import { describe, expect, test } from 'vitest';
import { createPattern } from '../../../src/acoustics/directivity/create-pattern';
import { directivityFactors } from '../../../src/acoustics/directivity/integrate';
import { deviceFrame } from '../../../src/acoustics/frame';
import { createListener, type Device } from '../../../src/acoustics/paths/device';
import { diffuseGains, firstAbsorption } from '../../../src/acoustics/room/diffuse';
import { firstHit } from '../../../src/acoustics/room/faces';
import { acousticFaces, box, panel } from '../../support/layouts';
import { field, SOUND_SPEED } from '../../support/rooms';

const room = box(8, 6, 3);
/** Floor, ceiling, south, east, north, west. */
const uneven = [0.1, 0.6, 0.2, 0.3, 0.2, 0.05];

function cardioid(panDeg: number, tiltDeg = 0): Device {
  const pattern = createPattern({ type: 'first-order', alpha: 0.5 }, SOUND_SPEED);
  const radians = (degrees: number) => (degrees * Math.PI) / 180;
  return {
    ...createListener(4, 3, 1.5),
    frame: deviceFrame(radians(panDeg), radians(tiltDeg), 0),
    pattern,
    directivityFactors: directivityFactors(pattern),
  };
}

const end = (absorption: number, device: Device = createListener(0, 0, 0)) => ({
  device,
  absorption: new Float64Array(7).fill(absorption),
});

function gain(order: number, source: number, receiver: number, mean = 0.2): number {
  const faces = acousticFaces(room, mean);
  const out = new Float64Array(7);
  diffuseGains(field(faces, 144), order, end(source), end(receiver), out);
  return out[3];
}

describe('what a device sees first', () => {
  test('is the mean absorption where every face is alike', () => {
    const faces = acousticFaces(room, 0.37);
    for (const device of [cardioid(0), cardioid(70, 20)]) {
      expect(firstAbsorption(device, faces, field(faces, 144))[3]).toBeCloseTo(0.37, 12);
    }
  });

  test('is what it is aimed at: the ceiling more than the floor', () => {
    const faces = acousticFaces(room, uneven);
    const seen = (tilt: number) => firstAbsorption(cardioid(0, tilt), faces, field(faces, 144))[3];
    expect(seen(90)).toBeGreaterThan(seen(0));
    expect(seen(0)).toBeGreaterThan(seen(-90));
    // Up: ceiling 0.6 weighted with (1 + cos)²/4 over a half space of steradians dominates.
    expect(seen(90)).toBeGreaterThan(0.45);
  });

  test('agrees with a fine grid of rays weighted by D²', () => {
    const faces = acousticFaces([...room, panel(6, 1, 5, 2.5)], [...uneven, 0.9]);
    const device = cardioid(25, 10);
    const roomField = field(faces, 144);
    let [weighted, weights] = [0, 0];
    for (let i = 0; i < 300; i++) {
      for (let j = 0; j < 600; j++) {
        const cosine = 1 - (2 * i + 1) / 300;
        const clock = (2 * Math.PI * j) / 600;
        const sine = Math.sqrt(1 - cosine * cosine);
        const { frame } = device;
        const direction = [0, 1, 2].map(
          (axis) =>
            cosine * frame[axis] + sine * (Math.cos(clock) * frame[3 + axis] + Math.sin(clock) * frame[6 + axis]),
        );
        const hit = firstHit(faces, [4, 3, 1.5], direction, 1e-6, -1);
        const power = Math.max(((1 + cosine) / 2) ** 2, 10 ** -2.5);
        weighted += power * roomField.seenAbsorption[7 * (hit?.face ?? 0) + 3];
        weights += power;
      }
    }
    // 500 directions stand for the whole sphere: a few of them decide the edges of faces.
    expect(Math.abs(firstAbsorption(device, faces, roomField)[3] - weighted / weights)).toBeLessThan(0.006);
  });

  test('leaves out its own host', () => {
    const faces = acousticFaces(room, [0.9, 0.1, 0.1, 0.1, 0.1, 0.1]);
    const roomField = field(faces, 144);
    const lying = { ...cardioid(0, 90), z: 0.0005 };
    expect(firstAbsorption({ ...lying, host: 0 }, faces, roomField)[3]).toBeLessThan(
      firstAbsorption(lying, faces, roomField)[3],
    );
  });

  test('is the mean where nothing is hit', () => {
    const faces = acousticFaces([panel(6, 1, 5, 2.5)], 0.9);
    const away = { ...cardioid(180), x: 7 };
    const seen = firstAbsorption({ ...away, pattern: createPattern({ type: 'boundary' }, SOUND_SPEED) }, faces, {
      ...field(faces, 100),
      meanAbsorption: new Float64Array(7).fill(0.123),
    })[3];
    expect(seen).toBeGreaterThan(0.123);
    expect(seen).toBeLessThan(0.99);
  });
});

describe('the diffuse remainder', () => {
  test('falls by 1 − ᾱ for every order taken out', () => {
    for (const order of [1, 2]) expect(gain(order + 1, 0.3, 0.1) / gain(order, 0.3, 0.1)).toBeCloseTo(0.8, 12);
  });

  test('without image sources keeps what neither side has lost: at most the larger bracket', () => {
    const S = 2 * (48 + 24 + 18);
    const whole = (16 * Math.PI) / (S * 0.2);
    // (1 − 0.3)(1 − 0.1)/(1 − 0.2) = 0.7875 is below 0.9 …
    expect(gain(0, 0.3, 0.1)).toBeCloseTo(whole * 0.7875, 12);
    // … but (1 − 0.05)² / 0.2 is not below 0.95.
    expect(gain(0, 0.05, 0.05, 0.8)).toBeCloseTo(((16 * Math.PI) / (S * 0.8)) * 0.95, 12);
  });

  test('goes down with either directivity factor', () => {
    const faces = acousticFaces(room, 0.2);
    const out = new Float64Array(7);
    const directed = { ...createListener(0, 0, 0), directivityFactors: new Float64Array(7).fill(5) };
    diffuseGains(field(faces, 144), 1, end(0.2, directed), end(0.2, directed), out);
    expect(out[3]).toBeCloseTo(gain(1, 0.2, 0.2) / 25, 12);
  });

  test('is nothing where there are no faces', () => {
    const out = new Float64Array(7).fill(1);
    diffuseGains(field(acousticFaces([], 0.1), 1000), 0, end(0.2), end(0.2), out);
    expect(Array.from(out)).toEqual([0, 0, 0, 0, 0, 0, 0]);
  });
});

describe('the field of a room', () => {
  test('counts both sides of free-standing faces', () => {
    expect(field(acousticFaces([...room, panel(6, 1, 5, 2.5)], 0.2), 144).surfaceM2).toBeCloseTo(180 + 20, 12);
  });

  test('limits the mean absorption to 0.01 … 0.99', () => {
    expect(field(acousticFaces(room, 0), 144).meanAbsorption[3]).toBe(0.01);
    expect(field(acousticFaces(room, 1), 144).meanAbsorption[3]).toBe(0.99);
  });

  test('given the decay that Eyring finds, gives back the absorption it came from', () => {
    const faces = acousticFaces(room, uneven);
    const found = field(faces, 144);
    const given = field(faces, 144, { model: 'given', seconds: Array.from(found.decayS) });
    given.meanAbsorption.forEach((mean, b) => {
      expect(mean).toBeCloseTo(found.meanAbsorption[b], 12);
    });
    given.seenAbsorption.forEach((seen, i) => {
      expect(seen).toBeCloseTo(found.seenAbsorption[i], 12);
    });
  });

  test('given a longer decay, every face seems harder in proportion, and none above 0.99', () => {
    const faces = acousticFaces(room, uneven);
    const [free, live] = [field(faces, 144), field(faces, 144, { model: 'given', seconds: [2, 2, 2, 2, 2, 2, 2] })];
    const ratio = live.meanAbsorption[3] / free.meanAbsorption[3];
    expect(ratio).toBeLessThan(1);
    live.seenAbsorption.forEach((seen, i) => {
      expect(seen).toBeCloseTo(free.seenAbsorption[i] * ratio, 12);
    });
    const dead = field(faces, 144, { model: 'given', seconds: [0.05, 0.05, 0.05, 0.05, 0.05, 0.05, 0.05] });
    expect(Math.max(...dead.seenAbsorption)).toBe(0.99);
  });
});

...

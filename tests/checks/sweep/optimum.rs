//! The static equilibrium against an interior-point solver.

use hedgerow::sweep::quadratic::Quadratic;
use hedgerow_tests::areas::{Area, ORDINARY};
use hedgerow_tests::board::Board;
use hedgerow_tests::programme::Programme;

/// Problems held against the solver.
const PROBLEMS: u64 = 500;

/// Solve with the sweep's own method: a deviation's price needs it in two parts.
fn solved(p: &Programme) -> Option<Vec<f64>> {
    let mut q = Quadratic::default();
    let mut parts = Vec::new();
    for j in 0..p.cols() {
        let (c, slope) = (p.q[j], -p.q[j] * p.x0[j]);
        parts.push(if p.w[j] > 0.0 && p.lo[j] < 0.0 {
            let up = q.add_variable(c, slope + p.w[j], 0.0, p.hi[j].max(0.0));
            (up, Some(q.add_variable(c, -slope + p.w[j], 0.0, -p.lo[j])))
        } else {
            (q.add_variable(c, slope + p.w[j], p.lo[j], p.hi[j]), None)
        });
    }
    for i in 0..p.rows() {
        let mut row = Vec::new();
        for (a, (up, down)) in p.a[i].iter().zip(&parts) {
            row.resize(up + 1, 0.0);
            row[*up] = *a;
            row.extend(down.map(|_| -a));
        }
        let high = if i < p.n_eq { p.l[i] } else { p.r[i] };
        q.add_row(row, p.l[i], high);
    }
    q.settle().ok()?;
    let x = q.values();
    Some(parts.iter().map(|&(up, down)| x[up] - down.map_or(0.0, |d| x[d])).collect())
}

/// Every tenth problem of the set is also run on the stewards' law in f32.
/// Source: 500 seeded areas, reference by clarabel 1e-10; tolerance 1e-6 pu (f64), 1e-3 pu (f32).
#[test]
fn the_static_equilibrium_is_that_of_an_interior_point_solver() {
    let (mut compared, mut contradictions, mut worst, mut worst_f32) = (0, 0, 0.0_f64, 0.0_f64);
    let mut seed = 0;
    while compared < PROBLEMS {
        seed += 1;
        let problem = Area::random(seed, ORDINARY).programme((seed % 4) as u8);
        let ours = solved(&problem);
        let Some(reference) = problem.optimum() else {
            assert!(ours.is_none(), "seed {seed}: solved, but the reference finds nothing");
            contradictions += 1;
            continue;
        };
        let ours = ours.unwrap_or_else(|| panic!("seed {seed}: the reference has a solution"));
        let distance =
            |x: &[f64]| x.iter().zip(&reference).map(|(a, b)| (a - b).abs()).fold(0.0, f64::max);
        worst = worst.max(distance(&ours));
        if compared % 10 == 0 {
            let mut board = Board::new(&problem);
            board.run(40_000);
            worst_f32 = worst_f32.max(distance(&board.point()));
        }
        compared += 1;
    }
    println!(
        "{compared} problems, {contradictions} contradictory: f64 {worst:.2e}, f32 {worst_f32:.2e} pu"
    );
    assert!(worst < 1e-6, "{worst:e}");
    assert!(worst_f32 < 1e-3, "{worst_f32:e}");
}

■ TASK INSTRUCTIONS ■
Wherever the string "toBeLessThan" occurs in the data, copy the line that holds it.

■ RESULT FOR THIS TASK ■
    expect(Math.abs(firstAbsorption(device, faces, roomField)[3] - weighted / weights)).toBeLessThan(0.006);
    expect(firstAbsorption({ ...lying, host: 0 }, faces, roomField)[3]).toBeLessThan(
    expect(seen).toBeLessThan(0.99);
    expect(ratio).toBeLessThan(1);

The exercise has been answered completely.